Saturday, March 19, 2011

A memory from Japan. Not knowing is most intimate.

Today, while visiting a Japanese-style hot spring bath, I recalled a story from Japan. A little bit of regret, but still a good memory.

I used to live in Fukuchiyama, Kyoto Prefecture, and I made a habit of visiting as many onsens (hot springs), Shinto shrines, and Buddhist temples. I loved the Buddhist temples in particular -- the experience of visiting felt profound to me -- a meeting of spirituality, history, mystery, and adventure. These spots had been on the map, and attracted pilgrims, for hundreds of years, and I was adding my name to the long list of people who had gone before me.

Arguably the most famous sacred spot is Mount Koya. It's the home of Shingon Buddhism, of which I could say much more, but for now let me just say that it was a breathtaking place. Around May of 2000 I made arrangements to visit. I invited my friend Dave Walter, who was less into temples than I was, but was often good for a weekend's excursion. I invited him on trips to temples, and he invited me to parties, and between this we managed to stave off boredom.

Anyway, we got to the monasteries, and I was looking forward to a quiet, contemplative experience -- and Dave annoyed me by chatting up all the foreigners he saw -- and especially all the attractive women -- thereby disturbing my silence and contemplation. But, in true Buddhist fashion, I went with the flow, and it indeed turned out that this experience was much greater than the one I had planned. Several of the foreigners were cracking sarcastic jokes the whole time, but several of them were as moved and as serious as I was. And it was with them that I visited the oku-no-in, the inner sanctuary.

I could not possibly do justice to this place in this blog post, so let me say that it was the most breathtaking place I have ever visited, and move on with the story. The rest of the story is simple, and familiar. The group split up, we went back to the temple where we were staying, and Dave went back to his room to do whatever. But I stayed talking with one of the women; she told me about all of the sacred spots she had been to, and those she intended to visit. She was deep, adventurous, and unafraid.

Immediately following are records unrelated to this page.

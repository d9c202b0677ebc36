import { fail, type RequestEvent } from '@sveltejs/kit';
import { z } from 'zod';
import { AppError } from '$lib/server/app-error';
import {
	acknowledgeForm,
	ACKNOWLEDGEMENT_STATEMENT,
	actionDoneForm,
	questionForm
} from '$lib/portal/acknowledgement';
import type { ReportModel } from '$lib/report/report-model';
import { container } from '$lib/server/container';
import { guard } from '$lib/server/http/guard';
import type { PageServerLoadEvent } from './$types';

type ActionEvent = RequestEvent<{ revision: string }>;

export const load = guard('portal.read', async ({ params }: PageServerLoadEvent, actor) => {
	const report = await container().services.portal.report(actor, params.revision);
	const model = JSON.parse(report.revision.model_json ?? 'null') as ReportModel | null;
	const { model_json: _frozen, ...revision } = report.revision;
	return {
		report: { ...report, revision },
		// The page speaks in the frozen report's own words and figures.
		view: model && {
			verdict: model.verdict,
			phaseNames: model.point.phaseNames,
			measuredFrom: model.survey.measuredFrom,
			measuredTo: model.survey.measuredTo,
			issuedAt: model.document.issuedAt,
			summary: model.summary,
			practice: model.practice
		},
		statement: ACKNOWLEDGEMENT_STATEMENT,
		mine: report.acknowledgements.find((entry) => entry.userId === actor.userId) ?? null,
		person: actor.name
	};
});

async function formOf(event: ActionEvent): Promise<Record<string, string>> {
	return Object.fromEntries(
		[...(await event.request.formData())].map(([key, value]) => [key, String(value)])
	);
}

/** The first sentence per field, beside what was typed, so that nothing has to be typed twice. */
function rejected<T extends string>(form: T, values: Record<string, string>, error: z.ZodError) {
	return fail(422, {
		form,
		values,
		errors: z.flattenError(error).fieldErrors as Record<string, string[] | undefined>
	});
}

export const actions = {
	acknowledge: guard('portal.acknowledge', async (event: ActionEvent, actor) => {
		const values = await formOf(event);
		const form = acknowledgeForm.safeParse(values);
		if (!form.success) return rejected('acknowledge', values, form.error);
		try {
			await container().services.portal.acknowledge(
				actor,
				event.params.revision,
				form.data.typedName,
				event.locals.requestId
			);
		} catch (cause) {
			if (cause instanceof AppError && cause.code === 'conflict')
				return fail(409, {
					form: 'acknowledge',
					values,
					errors: { typedName: [cause.message] } as Record<string, string[] | undefined>
				});
			throw cause;
		}
		return { form: 'acknowledge', done: true };
	}),

	ask: guard('portal.query', async (event: ActionEvent, actor) => {
		const values = await formOf(event);
		const form = questionForm.safeParse(values);
		if (!form.success) return rejected('ask', values, form.error);
		const { queries } = container().services;
		if (values['queryId'])
			await queries.reply(actor, values['queryId'], form.data.body, event.locals.requestId);
		else await queries.ask(actor, event.params.revision, form.data.body, event.locals.requestId);
		return { form: 'ask', done: true };
	}),

	done: guard('portal.act', async (event: ActionEvent, actor) => {
		const values = await formOf(event);
		const form = actionDoneForm.safeParse(values);
		if (!form.success) return rejected('done', values, form.error);
		await container().services.portal.completeAction(
			actor,
			form.data.actionId,
			form.data.note,
			event.locals.requestId
		);
		return { form: 'done', done: true };
	})
};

And she was equally interested in what I had to say.

Eventually curfew came (we were staying in Buddhist temples, and were to be woken early in the morning), and we traded contact information and promised to keep in touch. She worked as an English teacher somewhere in eastern Japan, far away. I took the paper with her e-mail address and saved it.

And didn't do anything. Neither of us contacted the other again.


The regret is obvious. I wish I'd called her up and asked if I could visit. What would have happened? I have no idea -- which is precisely why I should have gone.

It's a very forgivable mistake. She lived damn far away. (Tochigi, I want to say, but I could be wrong.) I've forgotten her name. Maybe that piece of paper is still with the stuff I saved from Japan, in my parents' attic. Probably not, but it could be.

Today, for better or worse, this wouldn't have happened. We have Facebook, and I friend more people than I actually keep in touch with. It is kind of funny how this drains some of the mystery out of life. I wonder what that girl I had a huge crush on in in high school is up to nowadays -- ? Well, I just checked Facebook, and she was exasperated because her daughter refused to participate in her YMCA soccer practice. (That said, she is also an oncologist.)


But, this one woman -- since I don't remember her name, I can't look her up. Perhaps she is volunteering in Africa; perhaps she is an entrepreneur; perhaps she lives some humdrum life in some suburb somewhere. I don't know.

Not knowing is most intimate. Such was the subject of a Zen koan workshop I went to, and it is true. I could have been brave and hopped on the train to visit this mystery woman eleven years ago. But I at least had the nerve to hold my chin up high and talk to her for an evening way back then. And the more I think back to the past, the more I recall oddball moments like these, that I didn't seek out or expect -- the more I have hope for the future and appreciation for now.